5.3 Propensity score

Previously we discussed the setting of a discrete feature in which case we estimate group-wise ATEs and use the weighted average to obtain an overall ATE estimate. When there are many features (covariates), this approach is prone to the curse of dimensionality.6 Moreover, if features are continuous, we won’t be able to estimate ATE at each value of \(x \in \chi\) due to lack of enough sample size. Instead of estimating group-wise ATE and averaging them, we would want to use a more indirect approach. This is when propensity score comes in.

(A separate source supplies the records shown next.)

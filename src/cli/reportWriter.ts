/**
 * Writes a report folder to disk (Node only), touching nothing it did not make:
 *  - a folder is the tool's own only when it holds the manifest (`REPORT_MANIFEST`) an earlier run wrote,
 *    listing every file of that report; any other file in it (or a listed name that is now a link, a
 *    folder or anything but a plain file) makes the folder foreign, and it is refused;
 *  - inputs (the probe set, result files) inside the folder are never replaced: the folder is refused;
 *  - the new report is written into a fresh temporary folder beside the target and renamed into place, so
 *    a failure part-way leaves the previous report as it was; the previous report's files (stale pictures
 *    included) are then removed by name, links unlinked and never followed;
 *  - folders on system file systems (/proc, /sys, /dev) or that cannot be created are refused.
 */
import { mkdirSync, readFileSync, readdirSync, renameSync, rmdirSync, unlinkSync } from 'node:fs';
import { basename, dirname, join, relative, resolve } from 'node:path';
import { cutPath } from '../io/messageText.ts';
import { REPORT_FILES, type ReportFiles } from '../study/reportFolder.ts';
import { checkCreatable, entryKind, fsText, makeFolder, refuseSpecialFolder, sameFile, writeNewFile } from './safeWrite.ts';

/** The manifest's file name: a report folder is ours only when it holds this file, written by us. */
export const REPORT_MANIFEST = '.fieldtally-report.json';
const MANIFEST_FORMAT = 'fieldtally-report-manifest';

/** Options of `writeReportFolder`. */
export interface ReportWriteOptions {
  /** Input files (probe set, result files and their pieces) that must never be replaced or removed. */
  inputs?: readonly string[];
  /** Called after each file is written into the temporary folder (progress; a throw aborts the write). */
  onWritten?: (name: string) => void;
  /** The option that named the folder, for messages (default `--out`). */
  option?: string;
}

/** The files an earlier report listed in its manifest, or undefined when `dir` holds no valid manifest of ours. */
function readManifest(dir: string): string[] | undefined {
  const path = join(dir, REPORT_MANIFEST);
  if (entryKind(path) !== 'file') return undefined;
  try {
    const m = JSON.parse(readFileSync(path, 'utf8')) as { format?: unknown; files?: unknown };
    if (m.format !== MANIFEST_FORMAT || !Array.isArray(m.files)) return undefined;
    const files = m.files.filter((f): f is string => typeof f === 'string' && safeName(f));
    return files.length === m.files.length ? files : undefined;
  } catch {
    return undefined;
  }
}

/** A plain file name: no folder part, not `.`/`..`, not the manifest. */
function safeName(name: string): boolean {
  return name !== '' && name !== '.' && name !== '..' && !/[/\\\0]/.test(name) && name !== REPORT_MANIFEST;
}

/** Checks an existing folder is one of our reports with nothing foreign in it; returns the files to replace. */
function ownedFiles(dir: string, option: string): string[] {
  const names = readdirSync(dir);
  if (names.length === 0) return [];
  const listed = readManifest(dir);
  if (!listed) {
    const hint = names.includes(REPORT_FILES.html) ? ' (it holds a report.html, but no manifest written by fieldtally)' : '';
    throw new Error(`${option} ${cutPath(dir)}: the folder is not empty and is not a report folder of fieldtally${hint}; choose a new or empty folder`);
  }
  const foreign = names.find((n) => n !== REPORT_MANIFEST && !listed.includes(n));
  if (foreign !== undefined) throw new Error(`${option} ${cutPath(dir)}: holds "${cutPath(foreign, 40)}", which an earlier report did not write; move it or choose another folder`);
  const odd = listed.find((n) => names.includes(n) && entryKind(join(dir, n)) !== 'file' && entryKind(join(dir, n)) !== 'link');
  if (odd !== undefined) throw new Error(`${option} ${cutPath(dir)}: "${cutPath(odd, 40)}" is no longer a plain file; move it or choose another folder`);
  return listed.filter((n) => names.includes(n));
}

/** Removes the files of an old report folder by name (links are unlinked, not followed), then the folder. */
function removeOld(dir: string, files: readonly string[]): void {
  for (const n of [...files, REPORT_MANIFEST]) {
    try { unlinkSync(join(dir, n)); } catch { /* already gone */ }
  }
  try { rmdirSync(dir); } catch { /* something new appeared in it: leave it */ }
}

/**
 * Checks that `dir` may take a report (see the file comment) before anything is computed or written:
 * returns the resolved folder, what is there now and the files of an earlier report to replace.
 */
export function checkReportFolder(dir: string, opts: ReportWriteOptions = {}): { target: string; kind: ReturnType<typeof entryKind>; old: string[] } {
  const option = opts.option ?? '--out';
  const target = resolve(dir);
  refuseSpecialFolder(target, option);
  checkCreatable(target, option);
  const kind = entryKind(target);
  if (kind === 'link') throw new Error(`${option} ${cutPath(dir)}: is a symbolic link; give the folder it points to, or a new folder`);
  if (kind !== 'none' && kind !== 'folder') throw new Error(`${option} ${cutPath(dir)}: exists and is not a folder`);
  const old = kind === 'folder' ? ownedFiles(target, option) : [];
  for (const input of opts.inputs ?? []) {
    const inside = kind === 'folder' && old.some((n) => sameFile(join(target, n), input));
    const rel = relative(target, resolve(input));
    if (inside || (rel !== '' && !rel.startsWith('..') && !rel.startsWith('/'))) {
      throw new Error(`${option} ${cutPath(dir)}: holds an input of this report (${cutPath(basename(input), 40)}); writing the report there would replace it — choose another folder`);
    }
  }
  return { target, kind, old };
}

/**
 * Writes `files` as the report folder `dir` (see the file comment); returns the paths written. Throws a
 * one-line error, leaving any earlier report untouched, when the folder is not ours or a write fails.
 */
export function writeReportFolder(dir: string, files: ReportFiles, opts: ReportWriteOptions = {}): string[] {
  const option = opts.option ?? '--out';
  for (const name of Object.keys(files)) if (!safeName(name)) throw new Error(`report: file name "${cutPath(name, 40)}" is not a plain file name`);
  const { target, kind, old } = checkReportFolder(dir, opts);
  makeFolder(dirname(target), option);
  const tmp = join(dirname(target), `.${basename(target)}.${process.pid}.${Date.now().toString(36)}.partial`);
  try {
    mkdirSync(tmp);
  } catch (e) {
    throw new Error(`${option} ${cutPath(dir)}: cannot create a folder beside it (${fsText(e)})`);
  }
  const written: string[] = [];
  try {
    for (const [name, bytes] of Object.entries(files)) {
      writeNewFile(join(tmp, name), bytes);
      written.push(name);
      opts.onWritten?.(name);
    }
    writeNewFile(join(tmp, REPORT_MANIFEST), new TextEncoder().encode(JSON.stringify({ format: MANIFEST_FORMAT, version: 1, files: written }, null, 2) + '\n'));
    if (kind === 'folder') {
      // Swap: the old folder steps aside, the new one takes its name, the old one's files are removed by name.
      const aside = `${tmp}.old`;
      renameSync(target, aside);
      try {
        renameSync(tmp, target);
      } catch (e) {
        renameSync(aside, target);
        throw e;
      }
      removeOld(aside, old);
    } else {
      renameSync(tmp, target);
    }
  } catch (e) {
    for (const n of [...written, REPORT_MANIFEST]) {
      try { unlinkSync(join(tmp, n)); } catch { /* not written */ }
    }
    try { rmdirSync(tmp); } catch { /* already renamed or not empty */ }
    const reason = (e as NodeJS.ErrnoException).code ? fsText(e) : e instanceof Error ? e.message : String(e);
    throw new Error(`${option} ${cutPath(dir)}: cannot write the report (${reason}); any earlier report there is unchanged`);
  }
  return written.map((n) => join(dir, n));
}
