/**
 * The `--workers N` option shared by the verbs that compute on one file (cut, line, force and surfaces):
 * how many compute workers share the file's cells (src/parallel/), and decode its zlib blocks. Default: `FIELDTALLY_WORKERS`,
 * else one per core, for files of at least `POOL_MIN_FILE_BYTES`; smaller files (where starting workers
 * costs more than it saves) and `--workers 1` run in this process on the single-thread core.
 */
import { stat } from 'node:fs/promises';
import { loadDatasetFile } from '../io/nodeFiles.ts';
import type { Dataset } from '../model/dataset.ts';
import { openNodePool, poolSize, startNodeWorkers } from '../parallel/nodePool.ts';
import type { ComputePool } from '../parallel/pool.ts';
import { startInflatePool } from '../parallel/inflatePool.ts';
import { startReadPool } from '../parallel/readPool.ts';
import { startTextPool } from '../parallel/textPool.ts';
import { str, type ParsedArgs } from './args.ts';
import type { OptionKind } from './args.ts';

/** Files smaller than this (bytes) use no pool unless `--workers` asks for one. */
export const POOL_MIN_FILE_BYTES = 8 * 1024 * 1024;

/**
 * Files of at least this many bytes have their large raw arrays read in parts on threads (src/parallel/readPool.ts),
 * straight into the pool's shared memory. Measured on 2 cores (machine loaded): on the 10M-hexahedron file (1.3 GB)
 * it saves the copy into shared memory — 3.7–4.7 s of CPU and a 1.07 GB peak against 6.9 s and 1.93 GB; on the 1M
 * files (55–114 MB) the read threads, starting beside the compute workers, made the load 0.2–0.6 s slower, so
 * those read on one thread — like every file here, straight into shared memory (`sharedArrays`), so the pool
 * copies nothing.
 */
export const READ_PARTS_MIN_FILE_BYTES = 256 * 1024 * 1024;

export const WORKER_OPTIONS: Record<string, OptionKind> = { workers: 'string' };

export const WORKER_HELP = '  --workers N           compute workers sharing the cells (default: FIELDTALLY_WORKERS, else one per core, for files of 8 MiB or more); 1: none';

/** A loaded file and, when workers are used, the pool holding it (then `dataset` is the pool's shared copy). */
export interface ComputeInput {
  dataset: Dataset;
  pool: ComputePool | null;
  /** Ends the workers (call when done; the process cannot exit while they run). */
  close(): Promise<void>;
}

/** Loads `file` and, as `--workers` and the defaults say, opens a pool over it; workers start while the file loads. */
export async function loadForCompute(file: string, args: ParsedArgs): Promise<ComputeInput> {
  const asked = str(args, 'workers');
  const n = poolSize(asked);
  let wanted = n > 1;
  const size = await stat(file).then((s) => s.size, () => 0);
  if (wanted && asked === undefined) wanted = size >= POOL_MIN_FILE_BYTES;
  if (!wanted) {
    const dataset = await loadDatasetFile(file);
    return { dataset, pool: null, close: async () => {} };
  }
  const ports = startNodeWorkers(n);
  // zlib blocks are inflated by as many threads while the compute workers start.
  const inflaters = startInflatePool(n);
  // ASCII and base64 arrays are decoded by as many threads (started at the first such array only).
  const parsers = startTextPool(n);
  // Large raw arrays of a large file are read in parts by as many threads, straight into the shared memory the pool then uses.
  const readers = size >= READ_PARTS_MIN_FILE_BYTES ? startReadPool(n) : undefined;
  let dataset: Dataset;
  try {
    // Every array is decoded straight into shared memory, so the pool takes the dataset without a copy.
    dataset = await loadDatasetFile(file, {
      inflate: inflaters.inflate, parseText: parsers.parseText, decodeBase64: parsers.decodeBase64, sharedArrays: true,
      ...(readers ? { readParts: readers.readParts } : {}),
    });
  } catch (e) {
    await Promise.all(ports.map((p) => p.terminate()));
    throw e;
  } finally {
    await Promise.all([inflaters.close(), parsers.close(), readers?.close()]);
  }
  const pool = await openNodePool(dataset, n, ports);
  return { dataset: pool.dataset, pool, close: () => pool.close() };
}

/** A series of fewer steps than this (in its window) runs in this process unless `--workers` asks for threads. */
export const SERIES_POOL_MIN_STEPS = 16;

export const SERIES_WORKER_HELP = '  --workers N           threads evaluating runs of steps at once (default: FIELDTALLY_WORKERS, else one per core, for 16 steps or more); 1: none';

/**
 * How many threads evaluate the steps of a series (src/parallel/seriesPool.ts): `--workers` if given, else
 * `FIELDTALLY_WORKERS` or one per core when the window holds at least `SERIES_POOL_MIN_STEPS` steps (starting a
 * thread costs a few hundred ms), else 1.
 */
export function seriesWorkerCount(asked: string | undefined, steps: number): number {
  const n = poolSize(asked);
  return asked === undefined && steps < SERIES_POOL_MIN_STEPS ? 1 : n;
}
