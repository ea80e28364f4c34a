/**
 * Entry of the bundled command (`bin/cliBundle.mjs` bundles from here; `bin/runBundle.mjs` loads the bundle
 * and calls `runCommand`, the clone's tsx fallback imports this file and does the same).
 *
 * Why `process.exit`: a verb returns once its work is done and its output written (pools closed, files
 * saved), so what is left — freeing a loaded field's arrays, tearing down the engine's heap and threads —
 * only delays the shell. Ending the natural way took 15–50 ms after the last line on a 1M-cell `cut`.
 */
import { main } from './main.ts';

/** Resolves once everything written to `stream` so far has been handed to the system. */
function flushed(stream: NodeJS.WriteStream): Promise<void> {
  return new Promise((done) => { stream.write('', () => done()); });
}

/** Runs the command line `argv` (the arguments after the command's name), then ends the process with its exit code once stdout and stderr are flushed. */
export async function runCommand(argv: string[]): Promise<never> {
  const code = await main(argv);
  await Promise.all([flushed(process.stdout), flushed(process.stderr)]);
  process.exit(code);
}
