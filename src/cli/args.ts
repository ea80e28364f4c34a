/**
 * Command-line argument parsing shared by every verb: positional arguments and `--name value` or
 * `--flag` options, each declared by the verb. Unknown options and missing values are errors.
 */

export type OptionKind = 'string' | 'boolean';

export interface ParsedArgs {
  positional: string[];
  options: Record<string, string | boolean>;
  /** One-line notices for old option names that were used (the verb prints them on stderr). */
  notices: string[];
}

/**
 * Old option names still accepted for one version, old → current (without the `--`). They are not listed in
 * the help or in the "known options" of an error; using one gives a notice naming the current name.
 */
export type OptionAliases = Readonly<Record<string, string>>;

/** The notice for an old option name. */
export const renamedNotice = (verb: string, old: string, current: string): string =>
  `fieldtally ${verb}: --${old} is now --${current}; the old name will be removed in the next version`;

/** Parses `argv` against declared options; throws an Error with a one-line message on misuse. */
export function parseArgs(argv: string[], declared: Record<string, OptionKind>, verb: string, aliases: OptionAliases = {}): ParsedArgs {
  const positional: string[] = [];
  const options: Record<string, string | boolean> = {};
  const notices: string[] = [];
  for (let i = 0; i < argv.length; i++) {
    const a = argv[i]!;
    if (a.startsWith('--')) {
      const eq = a.indexOf('=');
      let name = eq > 0 ? a.slice(2, eq) : a.slice(2);
      const current = Object.hasOwn(aliases, name) ? aliases[name]! : undefined;
      if (current !== undefined) {
        const notice = renamedNotice(verb, name, current);
        if (!notices.includes(notice)) notices.push(notice);
        name = current;
      }
      const kind = Object.hasOwn(declared, name) ? declared[name] : undefined;
      if (!kind) throw new Error(`${verb}: unknown option --${name} (known: ${Object.keys(declared).map((k) => '--' + k).join(', ') || 'none'})`);
      if (kind === 'boolean') { options[name] = true; continue; }
      const value = eq > 0 ? a.slice(eq + 1) : argv[++i];
      if (value === undefined) throw new Error(`${verb}: option --${name} needs a value`);
      options[name] = value;
    } else {
      positional.push(a);
    }
  }
  return { positional, options, notices };
}

/** Parses `x,y,z` into three finite numbers, or throws naming the option. */
export function parseVec3(text: string, option: string): [number, number, number] {
  const parts = text.split(',').map((s) => Number(s.trim()));
  if (parts.length !== 3 || parts.some((v) => !Number.isFinite(v))) {
    throw new Error(`--${option}: expected three numbers x,y,z, got "${text}"`);
  }
  return parts as [number, number, number];
}

/** Parses a finite number, or throws naming the option. */
export function parseNumber(text: string, option: string): number {
  const v = Number(text);
  if (text.trim() === '' || !Number.isFinite(v)) throw new Error(`--${option}: expected a number, got "${text}"`);
  return v;
}

/** A string option's value, or undefined. */
export function str(args: ParsedArgs, name: string): string | undefined {
  const v = args.options[name];
  return typeof v === 'string' ? v : undefined;
}
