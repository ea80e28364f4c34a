/**
 * A series as the study verbs take it (`report`, `compare`): its history over the probe set, the window
 * statistics of every quantity, and its files as report inputs (each with its size and SHA-256). Node only.
 */
import { createHash } from 'node:crypto';
import { basename } from 'node:path';
import { readBytes } from '../io/nodeFiles.ts';
import { evaluateSeriesOnWorkers } from '../parallel/seriesPool.ts';
import { stepsInWindow } from '../series/seriesIndex.ts';
import { summarizeTable, type ColumnSummary } from '../series/historyStats.ts';
import type { HistoryTable } from '../series/historyTable.ts';
import { resolveReference } from '../study/outcome.ts';
import type { ProbeSet } from '../study/probeSet.ts';
import type { InputFileInfo } from '../study/reportHtml.ts';
import { nodeSeriesFiles, openSeriesInput } from './seriesInputs.ts';
import { seriesWorkerCount } from './workerOption.ts';

/** One evaluated series. */
export interface SeriesStudy {
  name: string;
  table: HistoryTable;
  summaries: ColumnSummary[];
  inputs: InputFileInfo[];
}

/**
 * Evaluates a probe set over the series named by `input` (a .pvd or a folder) and summarises every quantity;
 * `workers` is the `--workers` option (threads evaluating runs of steps, `seriesWorkerCount`).
 */
export async function studySeries(input: string, set: ProbeSet, withInputs = false, workers?: string): Promise<SeriesStudy> {
  const index = await openSeriesInput([input]);
  const table = await evaluateSeriesOnWorkers(index, nodeSeriesFiles, set, { workers: seriesWorkerCount(workers, stepsInWindow(index).length) });
  const summaries = summarizeTable(table, { reference: resolveReference(set.reference) });
  const inputs: InputFileInfo[] = [];
  if (withInputs) {
    if (input.toLowerCase().endsWith('.pvd')) inputs.push(await info(input, 'collection file'));
    for (const s of index.steps) for (const f of s.files) inputs.push(await info(f, `step at t = ${s.time} of ${index.name}`));
  }
  return { name: input, table, summaries, inputs };
}

async function info(path: string, role: string): Promise<InputFileInfo> {
  const b = await readBytes(path);
  return { name: basename(path), bytes: b.length, sha256: createHash('sha256').update(b).digest('hex'), role };
}
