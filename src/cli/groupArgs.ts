/**
 * The command line's ways of naming surface groups, shared by `force` and `wall`: `--groups a,b` (ids or
 * names) and a selector choosing groups by what they are (src/surface/groupSelect.ts), whose options all
 * apply together:
 *   --groups-within xmin,xmax,ymin,ymax,zmin,zmax   groups whose bounds lie inside the box
 *   --group-nearest-to x,y,z                        the one group with a face centroid nearest the point
 *   --groups-area-from a / --groups-area-to b       groups with area in [a, b] (length unit²)
 *   --group-named name                              groups of exactly this name (commas allowed)
 */
import type { GroupRef, GroupSelector } from '../surface/groupSelect.ts';
import { parseNumber, parseVec3, quoteArg, str, type OptionKind, type ParsedArgs } from './args.ts';

export const GROUP_SELECT_OPTIONS: Record<string, OptionKind> = {
  'groups-within': 'string', 'group-nearest-to': 'string', 'groups-area-from': 'string', 'groups-area-to': 'string', 'group-named': 'string',
};

export const GROUP_SELECT_HELP = [
  '  choosing groups by what they are (all given apply; lengths in the file\'s unit, areas in its square; with --groups: both):',
  '  --groups-within xmin,xmax,ymin,ymax,zmin,zmax  groups whose bounds lie inside this box',
  '  --group-nearest-to x,y,z   the one group with a face centroid nearest this point',
  '  --groups-area-from a, --groups-area-to b   groups whose area lies in [a, b]',
  '  --group-named name         groups named exactly so (a name holding commas)',
].join('\n');

/** The selector the options give, or undefined when none is given. */
export function groupSelectorOf(args: ParsedArgs): GroupSelector | undefined {
  const within = str(args, 'groups-within'), nearest = str(args, 'group-nearest-to'), from = str(args, 'groups-area-from'), to = str(args, 'groups-area-to');
  const name = str(args, 'group-named');
  if ([within, nearest, from, to, name].every((x) => x === undefined)) return undefined;
  const s: { -readonly [K in keyof GroupSelector]: GroupSelector[K] } = {};
  if (name !== undefined) {
    if (name.trim() === '') throw new Error('--group-named: expected a group name, got an empty text');
    s.name = name;
  }
  if (within !== undefined) {
    const parts = within.split(',');
    if (parts.length !== 6) throw new Error(`--groups-within: expected six numbers xmin,xmax,ymin,ymax,zmin,zmax, got ${quoteArg(within)}`);
    const b = parts.map((p) => parseNumber(p, 'groups-within')) as [number, number, number, number, number, number];
    if (b[0] > b[1] || b[2] > b[3] || b[4] > b[5]) throw new Error(`--groups-within: each min must not exceed its max, got ${quoteArg(within)}`);
    s.within = b;
  }
  if (nearest !== undefined) s.nearest = parseVec3(nearest, 'group-nearest-to');
  for (const [text, key, option] of [[from, 'areaFrom', 'groups-area-from'], [to, 'areaTo', 'groups-area-to']] as const) {
    if (text === undefined) continue;
    const v = parseNumber(text, option);
    if (v < 0) throw new Error(`--${option}: expected an area ≥ 0, got ${quoteArg(text)}`);
    s[key] = v;
  }
  if (s.areaFrom !== undefined && s.areaTo !== undefined && s.areaFrom > s.areaTo) throw new Error(`--groups-area-to: ${s.areaTo} is below --groups-area-from ${s.areaFrom}`);
  return s;
}

/** Every group reference the options give (`--groups` items, then the selector). @throws when there is none. */
export function groupRefsOf(args: ParsedArgs, verb: string): GroupRef[] {
  const listed = (str(args, 'groups') ?? '').split(',').map((t) => t.trim()).filter(Boolean);
  const sel = groupSelectorOf(args);
  const refs: GroupRef[] = [...listed, ...(sel ? [sel] : [])];
  if (refs.length === 0) {
    throw new Error(`--groups is required (or a choice by --groups-within, --group-nearest-to, --groups-area-from/-to, --group-named): surface group ids or names (list them with \`fieldtally surfaces <file>\`; ${verb})`);
  }
  return refs;
}
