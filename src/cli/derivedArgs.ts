/**
 * Derived fields on the command line: the names a verb was given (`--fields`, field options) that are
 * derived fields (src/derive/derivedFields.ts) are computed and attached before the verb runs, with the
 * reference values for cp from spelled-out options. Not a verb (it lives outside `verbs/`).
 */
import { DERIVED_FIELDS, withDerivedFields, type DeriveOptions } from '../derive/derivedFields.ts';
import { withFormulaFields, type FormulaDoc } from '../derive/formulaFields.ts';
import { fieldSiUnit } from '../study/units.ts';
import type { Dataset } from '../model/dataset.ts';
import { parseNumber, str, type OptionKind, type ParsedArgs } from './args.ts';

/** Options every verb that takes field names accepts for derived fields. */
export const DERIVED_OPTIONS: Record<string, OptionKind> = {
  'reference-density': 'string', 'reference-speed': 'string', 'reference-pressure': 'string', formula: 'string',
};

export const DERIVED_HELP = [
  `  derived fields, usable wherever a field name is: ${Object.keys(DERIVED_FIELDS).join(', ')}`,
  '    (second-order velocity gradient by a quadratic least-squares fit; a field of the same name in the file wins)',
  '  --reference-density ρ --reference-speed U [--reference-pressure p_ref]   for cp = (p − p_ref)/(½ρU²)',
  '  --formula "name = expression; …"   new fields from formulas (README: formula language), usable by name',
].join('\n');

/** Formulas written `name = expression; name2 = expression2`. */
export function parseFormulaOption(text: string): FormulaDoc[] {
  return text.split(';').map((s) => s.trim()).filter((s) => s !== '').map((s) => {
    const i = s.indexOf('=');
    if (i <= 0) throw new Error(`--formula: expected name = expression, got "${s}"`);
    return { name: s.slice(0, i).trim(), expression: s.slice(i + 1).trim() };
  });
}

/**
 * The dataset with the derived fields among `names` attached. `inputs` names the velocity, pressure and
 * density (constant or field) when the verb has options for them.
 */
export function withDerivedArgs(d: Dataset, names: readonly string[], args: ParsedArgs,
  inputs: Partial<Pick<DeriveOptions, 'velocity' | 'pressure' | 'density' | 'kinematicPressure'>> = {}): Dataset {
  const num = (k: string): number | undefined => { const v = str(args, k); return v === undefined ? undefined : parseNumber(v, k); };
  const density = num('reference-density'), speed = num('reference-speed'), pressure = num('reference-pressure');
  const options: Partial<DeriveOptions> = {
    ...inputs,
    ...(inputs.density === undefined && density !== undefined ? { density } : {}),
    reference: { ...(density !== undefined ? { density } : {}), ...(speed !== undefined ? { speed } : {}), ...(pressure !== undefined ? { pressure } : {}) },
  };
  const formulaText = str(args, 'formula');
  const withFormulas = formulaText === undefined ? d : withFormulaFields(d, parseFormulaOption(formulaText), {
    reference: { density, speed, pressure }, unitOf: (n) => fieldSiUnit(n, {}), derive: options,
  }).dataset;
  return withDerivedFields(withFormulas, names, options);
}
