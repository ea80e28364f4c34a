/**
 * Loading for a verb that computes one thing on one file and exits (`cut`): by default the file is read and
 * the plane cut in this process, on one thread, with no worker started.
 *
 * Why: the compute pool (src/parallel/nodePool.ts) starts a worker per core, copies the dataset into shared
 * memory and warms each worker up; that is paid back over many probes (the app, `report --workers`), never
 * by a single cut. Measured on the 1M-cell benchmark files (sample-fields/large/, 2 cores, machine loaded;
 * CPU time of the whole installed command, one thread / pool of 2): hexahedra raw 0.83 / 1.63 s, zlib
 * 0.99 / 2.18 s, tetrahedra raw 0.85 / 1.51 s, zlib 1.02 / 1.04 s. Nor do inflate threads alone pay here:
 * loading with 2 of them took 1.0–1.2 s of CPU against 0.36–0.54 s on one thread (hexahedra, zlib), and
 * 0.65–0.71 s against 0.22–0.24 s (tetrahedra, zlib), with no wall-time gain measurable on 2 cores
 * (only arrays decoded straight into place are inflated by the threads; 64-bit connectivity is narrowed
 * on the main thread either way).
 *
 * `--workers N` with N ≥ 2 given on the command line still opens the compute pool (`loadForCompute`): the
 * numbers are the same either way (tests/cli/verbs/oneShotCut.test.ts).
 */
import { loadDatasetFile } from '../io/nodeFiles.ts';
import { str, type OptionKind, type ParsedArgs } from './args.ts';
import type { ComputeInput } from './workerOption.ts';

/** The one-shot verbs' `--workers` option (the same option as `WORKER_OPTIONS`, declared here so the pool's modules load only when it is given). */
export const ONE_SHOT_WORKER_OPTIONS: Record<string, OptionKind> = { workers: 'string' };

export const ONE_SHOT_WORKER_HELP = '  --workers N           compute workers sharing the cells (default 1: the one plane is cut in this process, which is faster than starting workers); N ≥ 2 opens the pool and inflates zlib blocks on N threads';

/**
 * Loads `file` for a one-shot computation (units and layout: the file's). Returns the dataset with no pool,
 * unless `--workers N` (N ≥ 2) was given, which opens the compute pool as the other verbs do.
 */
export async function loadForOneShot(file: string, args: ParsedArgs): Promise<ComputeInput> {
  const asked = str(args, 'workers');
  // The pool's modules (and node:worker_threads) are loaded only when asked for: a one-shot start-up does not pay for them.
  if (asked !== undefined) {
    const [{ poolSize }, { loadForCompute }] = await Promise.all([import('../parallel/nodePool.ts'), import('./workerOption.ts')]);
    if (poolSize(asked) > 1) return loadForCompute(file, args);
  }
  return { dataset: await loadDatasetFile(file), pool: null, close: async () => {} };
}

The implicit assumption is that we have collected enough features (discrete, continuous, interaction terms, higher degree polynomials) to back unconfoundedness. This again means that the treatment assignment is as good as random after controlling for \(X_i\). More formally, this us back to equation (5.3). But in actuality we are not interested in splitting groups to estimate group-wise treatment effects in the case when covariates are continuous and there are many characteristics determining the treatment assignment.

Propensity score: \(e(x)\). The probability of being treated given a set of covariates \(X\)s.

\[\begin{equation} e(x) = P(W_i = 1 | X_i = x) \tag{5.7} \end{equation}\]

The key property of the propensity score is that it balances units in the treatment and control groups. If unconfoundedness assumption holds, we can write the following:

\[\begin{equation} W_i \perp \{Y_i(0), \; Y_i(1)\} | \; e(X_i) \tag{5.8} \end{equation}\]

What equation (5.8) says is that instead of controlling for \(X\) one can control for the probability of treatment \((e(X))\) to establish the desired property that the treatment is as good as random. The propensity scores are mainly used for balancing purposes.

One straight-forward implication of equation (5.8) is that if we partition observations into groups with similar propensity score then we can estimate group-wise treatment effects and aggregate them to form an estimate for ATE. This can be done using the propensity score stratification method. The argument here is that when units with similar propensity scores are compared, the covariates are approximately balanced, mimicking a randomized experiment.

  1. As the number of covariates increases the domain space shrinks quite rapidly making it infeasible to estimate ATE within the given domain due to thinning out data.↩︎